*RECORDS SUPPLIED:*
##########

//! Physics checks of the simulator against textbook results (sources beside each check).

use super::*;
use crate::experiment_file::parse_experiment;
use crate::model::{Experiment, PathwayClass};
use num_complex::Complex64;
use std::path::Path;

pub(crate) fn experiment(text: &str) -> (Experiment, Dynamics) {
    let path = Path::new("test.toml");
    let exp = parse_experiment(text, path).unwrap();
    let dyn_ = parse_dynamics(text, path, exp.levels.as_ref().unwrap())
        .unwrap()
        .unwrap();
    (exp, dyn_)
}

pub(crate) fn grid(names: &[&str], specs: &[&str]) -> DelayGrid {
    DelayGrid {
        axes: names
            .iter()
            .zip(specs)
            .map(|(n, s)| DelayAxis {
                name: n.to_string(),
                times_fs: parse_delays(s, 1.0).unwrap(),
            })
            .collect(),
    }
}

/// Sum of the terms whose pathways all have class `class`.
fn class_signal(resp: &Response, class: PathwayClass) -> Vec<Complex64> {
    let mut out = vec![Complex64::new(0.0, 0.0); resp.grid.len()];
    for t in resp.terms.iter().filter(|t| t.classes == [class]) {
        for (o, v) in out.iter_mut().zip(&t.values) {
            *o += v;
        }
    }
    out
}

fn spectrum(values: &[Complex64], g: &DelayGrid, frame: f64, mode: ExcitationAxis) -> Spectrum2D {
    let req = SpectrumRequest {
        unit: EnergyUnit::Wavenumber,
        frame,
        min_points: 512,
        zone: [0.0, 0.0],
        mode,
    };
    spectrum_2d(values, g, &vec![0; g.axes.len() - 2], &req).unwrap()
}

/// The absorptive spectrum Re[S_R(-w1, w3) + S_NR(w1, w3)] (Hamm & Zanni 2011, ch. 4).
fn absorptive(resp: &Response, frame: f64) -> (Spectrum2D, Vec<f64>) {
    let g = &resp.grid;
    let r = spectrum(
        &class_signal(resp, PathwayClass::Rephasing),
        g,
        frame,
        ExcitationAxis::Flipped,
    );
    let nr = spectrum(
        &class_signal(resp, PathwayClass::NonRephasing),
        g,
        frame,
        ExcitationAxis::Direct,
    );
    assert_eq!(r.excitation.len(), nr.excitation.len());
    let a = r
        .values
        .iter()
        .zip(&nr.values)
        .map(|(x, y)| (x + y).re)
        .collect();
    (nr, a)
}

fn nearest(axis: &[f64], x: f64) -> usize {
    (0..axis.len())
        .min_by(|&a, &b| (axis[a] - x).abs().total_cmp(&(axis[b] - x).abs()))
        .unwrap()
}

/// Full width at half maximum of `y` around its maximum, by linear interpolation.
fn fwhm(x: &[f64], y: &[f64]) -> f64 {
    let k = (0..y.len()).max_by(|&a, &b| y[a].total_cmp(&y[b])).unwrap();
    let half = y[k] / 2.0;
    let cross = |range: Box<dyn Iterator<Item = usize>>| {
        let mut prev = k;
        for i in range {
            if y[i] < half {
                let f = (y[prev] - half) / (y[prev] - y[i]);
                return x[prev] + f * (x[i] - x[prev]);
            }
            prev = i;
        }
        panic!("no half-maximum crossing");
    };
    cross(Box::new(k + 1..y.len())) - cross(Box::new((0..k).rev()))
}

const TWO_LEVEL: &str = r#"
order = 3
[detection]
mode = "emission"
[[field]]
name = "1"
[[field]]
name = "2"
[[field]]
name = "3"
[[field]]
name = "LO"
kind = "lo"
[levels]
states = [{ name = "g", manifold = 0 }, { name = "e", manifold = 1, energy = 2000.0 }]
[dynamics]
energy_unit = "cm-1"
dephasing = 20.0
"#;

#[test]
fn two_level_absorptive_peak_is_a_lorentzian_of_full_width_2g_on_both_axes() {
    // Mukamel 1995, ch. 6; Hamm & Zanni 2011, ch. 4 (memory): a coherence decaying as
    // exp(-G t) has a Lorentzian line of full width 2G; the absorptive 2D peak of a
    // homogeneous two-level system is the product of two, at (w_eg, w_eg).
    let (exp, dyn_) = experiment(TWO_LEVEL);
    let g = grid(&["t1", "t2", "t3"], &["0:20:2400", "0", "0:20:2400"]);
    let resp = simulate_response(&exp, &dyn_, 1900.0, &g, false).unwrap();
    let (s, a) = absorptive(&resp, 1900.0);
    let n3 = s.detection.len();
    let i = nearest(&s.excitation, 2000.0);
    let j = nearest(&s.detection, 2000.0);
    let k = (0..a.len()).max_by(|&p, &q| a[p].total_cmp(&a[q])).unwrap();
    let bin = s.detection[1] - s.detection[0];
    let (p1, p3) = (s.excitation[k / n3], s.detection[k % n3]);
    assert!(
        (p1 - 2000.0).abs() <= bin && (p3 - 2000.0).abs() <= bin,
        "peak at ({p1}, {p3})"
    );
    let row: Vec<f64> = a[i * n3..(i + 1) * n3].to_vec();
    let col: Vec<f64> = (0..s.excitation.len()).map(|r| a[r * n3 + j]).collect();
    let w3 = fwhm(&s.detection, &row);
    let w1 = fwhm(&s.excitation, &col);
    assert!(
        (w3 - 40.0).abs() < 0.8,
        "detection FWHM {w3} cm-1, want 2G = 40"
    );
    assert!(
        (w1 - 40.0).abs() < 0.8,
        "excitation FWHM {w1} cm-1, want 2G = 40"
    );
}

#[test]
fn inhomogeneous_rephasing_signal_echoes_at_t3_equal_t1_and_lies_along_the_diagonal() {
    // Static inhomogeneity: the rephasing signal rephases at t3 = t1 (photon echo) and its
    // spectrum is elongated along the diagonal (Mukamel 1995; Hamm & Zanni 2011, ch. 4
    // (memory)).
    let text = TWO_LEVEL.replace("dephasing = 20.0", "dephasing = 5.0\ninhomogeneous = 60.0");
    let (exp, dyn_) = experiment(&text);
    let g = grid(&["t1", "t2", "t3"], &["0:25:4000", "0", "0:25:4000"]);
    let resp = simulate_response(&exp, &dyn_, 1900.0, &g, false).unwrap();
    let r = class_signal(&resp, PathwayClass::Rephasing);
    let n3 = g.axes[2].times_fs.len();
    for t1_index in [12usize, 20, 32] {
        let row = &r[t1_index * n3..(t1_index + 1) * n3];
        let peak = (0..n3)
            .max_by(|&a, &b| row[a].norm().total_cmp(&row[b].norm()))
            .unwrap();
        assert_eq!(
            peak, t1_index,
            "echo of t1 = {} fs",
            g.axes[0].times_fs[t1_index]
        );
    }
    let nr = class_signal(&resp, PathwayClass::NonRephasing);
    let row = &nr[20 * n3..21 * n3];
    let peak = (0..n3)
        .max_by(|&a, &b| row[a].norm().total_cmp(&row[b].norm()))
        .unwrap();
    assert_eq!(peak, 0, "the non-rephasing signal shows no echo");
    let s = spectrum(&r, &g, 1900.0, ExcitationAxis::Flipped);
    let at = |w1: f64, w3: f64| {
        s.at(nearest(&s.excitation, w1), nearest(&s.detection, w3))
            .norm()
    };
    let centre = at(2000.0, 2000.0);
    let (diagonal, anti) = (at(2060.0, 2060.0), at(2060.0, 1940.0));
    assert!(diagonal > 0.4 * centre, "diagonal {diagonal} of {centre}");
    assert!(
        anti < 0.15 * diagonal,
        "anti-diagonal {anti} against diagonal {diagonal}"
    );
    // Without inhomogeneity the same points are equal by symmetry of the Lorentzians.
    let (exp, dyn_) = experiment(&TWO_LEVEL.replace("dephasing = 20.0", "dephasing = 5.0"));
    let resp = simulate_response(&exp, &dyn_, 1900.0, &g, false).unwrap();
    let s = spectrum(
        &class_signal(&resp, PathwayClass::Rephasing),
        &g,
        1900.0,
        ExcitationAxis::Flipped,
    );
    let at = |w1: f64, w3: f64| {
        s.at(nearest(&s.excitation, w1), nearest(&s.detection, w3))
            .norm()
    };
    assert!((at(2060.0, 2060.0) / at(2060.0, 1940.0) - 1.0).abs() < 0.05);
}

const LADDER: &str = r#"
order = 3
[detection]
mode = "emission"
[[field]]
name = "1"
[[field]]
name = "2"
[[field]]
name = "3"
[[field]]
name = "LO"
kind = "lo"
[levels]
states = [
  { name = "g", manifold = 0 },
  { name = "e", manifold = 1, energy = 2000.0 },
  { name = "f", manifold = 2, energy = 3980.0 },
]
transitions = [{ from = "g", to = "e", dipole = 1.0 }, { from = "e", to = "f", dipole = 1.4142 }]
[dynamics]
energy_unit = "cm-1"
dephasing = 4.0
"#;

#[test]
fn ladder_esa_peak_is_shifted_by_the_anharmonicity_with_opposite_sign() {
    // Hamm & Zanni 2011, ch. 4: the 0-1 peak (GSB + SE) is positive on the diagonal, the
    // 1-2 peak (ESA) negative, shifted down the detection axis by the anharmonicity (20 cm-1).
    let (exp, dyn_) = experiment(LADDER);
    let g = grid(&["t1", "t2", "t3"], &["0:40:4000", "0", "0:40:4000"]);
    let resp = simulate_response(&exp, &dyn_, 1900.0, &g, false).unwrap();
    let (s, a) = absorptive(&resp, 1900.0);
    let n3 = s.detection.len();
    let i = nearest(&s.excitation, 2000.0);
    let row = &a[i * n3..(i + 1) * n3];
    let max = (0..n3).max_by(|&p, &q| row[p].total_cmp(&row[q])).unwrap();
    let min = (0..n3).min_by(|&p, &q| row[p].total_cmp(&row[q])).unwrap();
    assert!(row[max] > 0.0 && row[min] < 0.0);
    assert!(
        (s.detection[max] - 2000.0).abs() < 2.0,
        "GSB+SE at {}",
        s.detection[max]
    );
    assert!(
        (s.detection[min] - 1980.0).abs() < 2.0,
        "ESA at {}",
        s.detection[min]
    );
}

#[test]
fn uncoupled_two_level_systems_in_fluorescence_detection_give_no_cross_peaks() {
    // Two independent two-level systems A and B seen through fluorescence: the joint states
    // are g, eA, eB and f = eA + eB; the doubly excited state emits twice (yield 2). Their
    // cross peaks cancel exactly, since nothing couples them (Malý & Mančal, J. Phys. Chem.
    // Lett. 2018 (memory)).
    let text = r#"
order = 4
[detection]
mode = "population"
[[field]]
name = "1"
[[field]]
name = "2"
[[field]]
name = "3"
[[field]]
name = "4"
[levels]
states = [
  { name = "g", manifold = 0 },
  { name = "eA", manifold = 1, energy = 2000.0, yield = 1.0 },
  { name = "eB", manifold = 1, energy = 2150.0, yield = 1.0 },
  { name = "f", manifold = 2, energy = 4150.0, yield = 2.0 },
]
transitions = [
  { from = "g", to = "eA", dipole = 1.0 }, { from = "g", to = "eB", dipole = 0.7 },
  { from = "eA", to = "f", dipole = 0.7 }, { from = "eB", to = "f", dipole = 1.0 },
]
[dynamics]
energy_unit = "cm-1"
dephasing = 10.0
"#;
    let single = |energy: f64, dipole: f64| {
        text.split("[levels]").next().unwrap().to_string()
            + &format!(
                "[levels]\nstates = [{{ name = \"g\", manifold = 0 }}, {{ name = \"e\", manifold = 1, energy = {energy}, yield = 1.0 }}]\ntransitions = [{{ from = \"g\", to = \"e\", dipole = {dipole} }}]\n[dynamics]\nenergy_unit = \"cm-1\"\ndephasing = 10.0\n"
            )
    };
    let g = grid(&["t1", "t2", "t3"], &["0:30:1500", "0", "0:30:1500"]);
    let run = |text: &str, class| {
        let (exp, dyn_) = experiment(text);
        let resp = simulate_response(&exp, &dyn_, 1950.0, &g, false).unwrap();
        class_signal(&resp, class)
    };
    for class in [PathwayClass::Rephasing, PathwayClass::NonRephasing] {
        let joint = run(text, class);
        let a = run(&single(2000.0, 1.0), class);
        let b = run(&single(2150.0, 0.7), class);
        let scale = joint.iter().map(|v| v.norm()).fold(0.0, f64::max);
        assert!(scale > 0.1);
        let worst = joint
            .iter()
            .zip(a.iter().zip(&b))
            .map(|(j, (x, y))| (j - x - y).norm())
            .fold(0.0, f64::max);
        assert!(
            worst < 1e-12 * scale,
            "{class:?}: joint - A - B = {worst} of {scale}"
        );
        // Control: with an f-yield of 1 (the doubly excited state emits once, as if the
        // systems quenched each other) the cross peaks no longer cancel.
        let quenched = run(&text.replace("yield = 2.0", "yield = 1.0"), class);
        let cross = quenched
            .iter()
            .zip(a.iter().zip(&b))
            .map(|(j, (x, y))| (j - x - y).norm())
            .fold(0.0, f64::max);
        assert!(cross > 0.1 * scale, "{class:?}: control {cross} of {scale}");
    }
}

#[test]
fn a_coarse_step_is_refused_unless_undersampling_is_asked_for() {
    let (exp, dyn_) = experiment(TWO_LEVEL);
    let g = grid(&["t1", "t2", "t3"], &["0:10:100", "0", "0:10:100"]);
    let err = simulate_response(&exp, &dyn_, 0.0, &g, false).unwrap_err();
    assert!(err.to_string().contains("aliases"), "{err}");
    assert!(simulate_response(&exp, &dyn_, 0.0, &g, true).is_ok());
}

#[test]
fn the_ladder_spectrum_renders_as_svg_and_png() {
    use crate::render::spectrum_svg::{spectrum_svg, Component, Panel, SpectrumPicture};
    let (exp, dyn_) = experiment(LADDER);
    let g = grid(&["t1", "t2", "t3"], &["0:40:2000", "0", "0:40:2000"]);
    let resp = simulate_response(&exp, &dyn_, 1900.0, &g, false).unwrap();
    let r = spectrum(
        &class_signal(&resp, PathwayClass::Rephasing),
        &g,
        1900.0,
        ExcitationAxis::Flipped,
    );
    let nr = spectrum(
        &class_signal(&resp, PathwayClass::NonRephasing),
        &g,
        1900.0,
        ExcitationAxis::Direct,
    );
    let mut absorptive = nr.clone();
    for (a, x) in absorptive.values.iter_mut().zip(&r.values) {
        *a += x;
    }
    let pic = SpectrumPicture {
        title: "Ladder g-e-f, absorptive R + NR (real part); the ESA peak lies 20 cm-1 below the diagonal".into(),
        panels: vec![
            Panel { caption: "R + NR".into(), spectrum: &absorptive },
            Panel { caption: "non-rephasing only".into(), spectrum: &nr },
        ],
        component: Component::Real,
        window: [1940.0, 2060.0],
    };
    let svg = spectrum_svg(&pic);
    assert!(svg.contains("detection ω3 (cm-1)") && svg.contains("excitation ω1 (cm-1)"));
    #[cfg(feature = "png")]
    {
        let png = crate::render::png::svg_to_png(&svg, 1.0).unwrap();
        assert_eq!(&png[..8], b"\x89PNG\r\n\x1a\n");
        if let Ok(dir) = std::env::var("PATHSIEVE_PICTURES") {
            std::fs::write(format!("{dir}/ladder-spectrum.png"), &png).unwrap();
        }
    }
}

##########

*TO DO:* Exactly as they appear, please write out the lines from the opening of the listing above down to the line containing "axes: names", with both end lines included.

*EXERCISE SOLUTION:*
//! Physics checks of the simulator against textbook results (sources beside each check).

use super::*;
use crate::experiment_file::parse_experiment;
use crate::model::{Experiment, PathwayClass};
use num_complex::Complex64;
use std::path::Path;

pub(crate) fn experiment(text: &str) -> (Experiment, Dynamics) {
    let path = Path::new("test.toml");
    let exp = parse_experiment(text, path).unwrap();
    let dyn_ = parse_dynamics(text, path, exp.levels.as_ref().unwrap())
        .unwrap()
        .unwrap();
    (exp, dyn_)
}

pub(crate) fn grid(names: &[&str], specs: &[&str]) -> DelayGrid {
    DelayGrid {
        axes: names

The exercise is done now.